To me the only reason not to take it when your 70 is A) you don't plan to live very long due to current health issues B) you need the money now C) You have plenty of money and would rather have a "guarantee" of getting as much back out of the government as possible to leave your heirs should you pass early.

Count me in the C group
 
i was going to take ss earlier depending on what markets did .

i was thinking of filing for ss if markets were poor rather then spend down invested assets .

but after thinking about it that is the wrong thing to do .

if the gain on ss is beating what the investments are doing i am better off letting the ss ride and delay . spending down the assets with the lower return is likely the way i will go .
 
Rayvt; But for the moment if one were to accept your premise, have you done any calculations on the results for those who are collecting spousal benefits at FRA while letting their own benefits accumulate between FRA and age 70? Wouldn't that scu your results by reducing the BE point?

Yes, I started looking at that.
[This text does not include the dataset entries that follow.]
import {
  addDecimals,
  compareDecimals,
  formatDecimal,
  largerDecimal,
  smallerDecimal,
  subtractDecimals,
} from '../decimal/decimal.ts';
import type { Decimal } from '../decimal/decimal.ts';
import { parseDecimal } from '../decimal/parse-decimal.ts';
import { undetermined } from '../result.ts';
import type { Undetermined } from '../result.ts';
import { readLimits } from './limits.ts';
import type { Limits } from './limits.ts';
import type { Verdict } from './verdict.ts';

/** Material condition of a geometric tolerance: at maximum or least material, or regardless of feature size. */
export type MaterialModifier = 'MMC' | 'LMC' | 'RFS';

/** `hole`: an internal feature of size; `shaft`: an external one. */
export type FeatureKind = 'hole' | 'shaft';

/** What a bonus is computed from. */
export interface BonusInput {
  readonly modifier: MaterialModifier;
  readonly feature: FeatureKind;
  readonly sizeLimits: Limits | null;
  /** Actual size of that very piece as text; null when it was not measured. */
  readonly actualSize: string | null;
}

/** Bonus and the size it came from. */
export interface Bonus {
  readonly method:
    'departure of the actual size from the material limit, at most the size tolerance' | 'no bonus (RFS)';
  readonly bonus: Decimal;
  readonly bonusText: string;
  /** Verdict on the size of the piece; not measured when RFS is judged without a size. */
  readonly size: Verdict;
}

const ZERO: Decimal = { digits: 0n, scale: 0 };

/** Both size limits, or the reason why the feature has no material condition. */
export function readSizeLimits(
  sizeLimits: Limits | null,
): { readonly lower: Decimal; readonly upper: Decimal } | Undetermined {
  const limits = sizeLimits === null ? null : readLimits(sizeLimits);
  if (limits !== null && 'undetermined' in limits) return limits;
  if (limits === null || limits.lower === null || limits.upper === null)
    return undetermined(
      'size-limits-missing',
      'The feature of size needs a lower and an upper size limit: enter both',
    );
  return { lower: limits.lower, upper: limits.upper };
}

/**
 * Bonus tolerance of one piece: how far its actual size departs from maximum (MMC) or least (LMC) material, never
 * negative and never more than the size tolerance; 0 regardless of feature size.
 *
 * MMC hole: actual − lower; MMC shaft: upper − actual; LMC hole: upper − actual; LMC shaft: actual − lower. Exact text
 * arithmetic. The actual size should be that of the mating envelope where the form or orientation error is not
 * negligible; a two-point size is common practice. Datum shift is never added.
 * Source: ASME Y14.5-2018, ISO 2692:2021. Undetermined with code `size-missing` when the bonus needs a size and none
 * is given, `size-limits-missing` when the feature has no two size limits, or where a text cannot be read.
 */
export function bonusTolerance(input: BonusInput): Bonus | Undetermined {
  const { modifier, feature, actualSize } = input;
  if (modifier === 'RFS' && (actualSize === null || input.sizeLimits === null))
    return { method: 'no bonus (RFS)', bonus: ZERO, bonusText: '0', size: 'not-measured' };
  const limits = readSizeLimits(input.sizeLimits);
  if ('undetermined' in limits) return limits;
  if (actualSize === null)
    return undetermined('size-missing', 'The bonus needs the actual size of this piece: enter its size');
  const actual = parseDecimal(actualSize);
  if ('undetermined' in actual)
    return undetermined('size-unreadable', `The actual size cannot be read. ${actual.reason}`);
  const outside = compareDecimals(actual, limits.lower) < 0 || compareDecimals(actual, limits.upper) > 0;
  const size: Verdict = outside ? 'out-of-tolerance' : 'in-tolerance';
  if (modifier === 'RFS') return { method: 'no bonus (RFS)', bonus: ZERO, bonusText: '0', size };
  const fromLower = (modifier === 'MMC') === (feature === 'hole');
  const departure = fromLower
    ? subtractDecimals(actual, limits.lower)
    : subtractDecimals(limits.upper, actual);
  const most = subtractDecimals(limits.upper, limits.lower);
  const bonus = smallerDecimal(largerDecimal(departure, ZERO), most);
  return {
    method: 'departure of the actual size from the material limit, at most the size tolerance',
    bonus,
    bonusText: formatDecimal(bonus),
    size,
  };
}

/** The constant boundary a toleranced feature of size may not violate. */
export interface VirtualCondition {
  readonly kind: 'maximum-material' | 'least-material';
  readonly size: string;
}

/**
 * Virtual size of a feature: MMC hole: lower size limit − t; MMC shaft: upper + t (virtual condition in ASME Y14.5,
 * MMVS in ISO 2692); LMC hole: upper + t; LMC shaft: lower − t (LMVS). Null regardless of feature size.
 * `tolerance` is the stated geometric tolerance as text. Undetermined where limits or tolerance cannot be read.
 */
export function virtualCondition(
  input: Omit<BonusInput, 'actualSize'> & { readonly tolerance: string },
): VirtualCondition | null | Undetermined {
  if (input.modifier === 'RFS') return null;
  const limits = readSizeLimits(input.sizeLimits);
  if ('undetermined' in limits) return limits;
  const tolerance = parseDecimal(input.tolerance);
  if ('undetermined' in tolerance) return tolerance;
  const maximum = input.modifier === 'MMC';
  const inward = maximum === (input.feature === 'hole');
  const size = inward ? subtractDecimals(limits.lower, tolerance) : addDecimals(limits.upper, tolerance);
  return { kind: maximum ? 'maximum-material' : 'least-material', size: formatDecimal(size) };
}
The preliminary work is in the latest version of the spreadsheet that I uploaded.
It gets very complicated very fast. :(
The biggest complexity was in the file-and-suspend scenario -- but that was just eliminated.

My current impression is that in most (not all, but most) cases, there is little interplay between the spouses, that changing the filing strategy for spouse A does not change the optimal filing strategy for spouse B. If that is indeed the case, then A should do whatever filing strategy is best for him, and B sould do whatever filing strategy is best for her.
All this is different than your family financial stuff up to now. We are still getting our heads around the fact that (on Medicare) we no longer have family health insurance -- we each have our own policy that incompletly independent from the other's. Even thought it's the same Medicare Supplement policy form from the same company.

In broad terms, the lower-earning spouse get the higher of their own SS benefit or half the higher-earning spouse's benefit. There are some minor tweaks you can make revolving around the cutoffs at FRA, but the monetary effect in actual dollars is small. Certainly nowhere near the "This little trick will get a married couple an extra $15,000/yr {click here}".

Most of the confusion about all this is that so many people ignore the time value of money.
They think that $750 today is less money than $1000 in 4 years which is less than $1320 in 8 years -- when actuarially and proper discounted, they have (approximately) the same NPV.

And as we just found out withe 2016 Medicare increase and the "hold harmless" rule, deferring can cost you actual cash money. That's something that I've never read about before.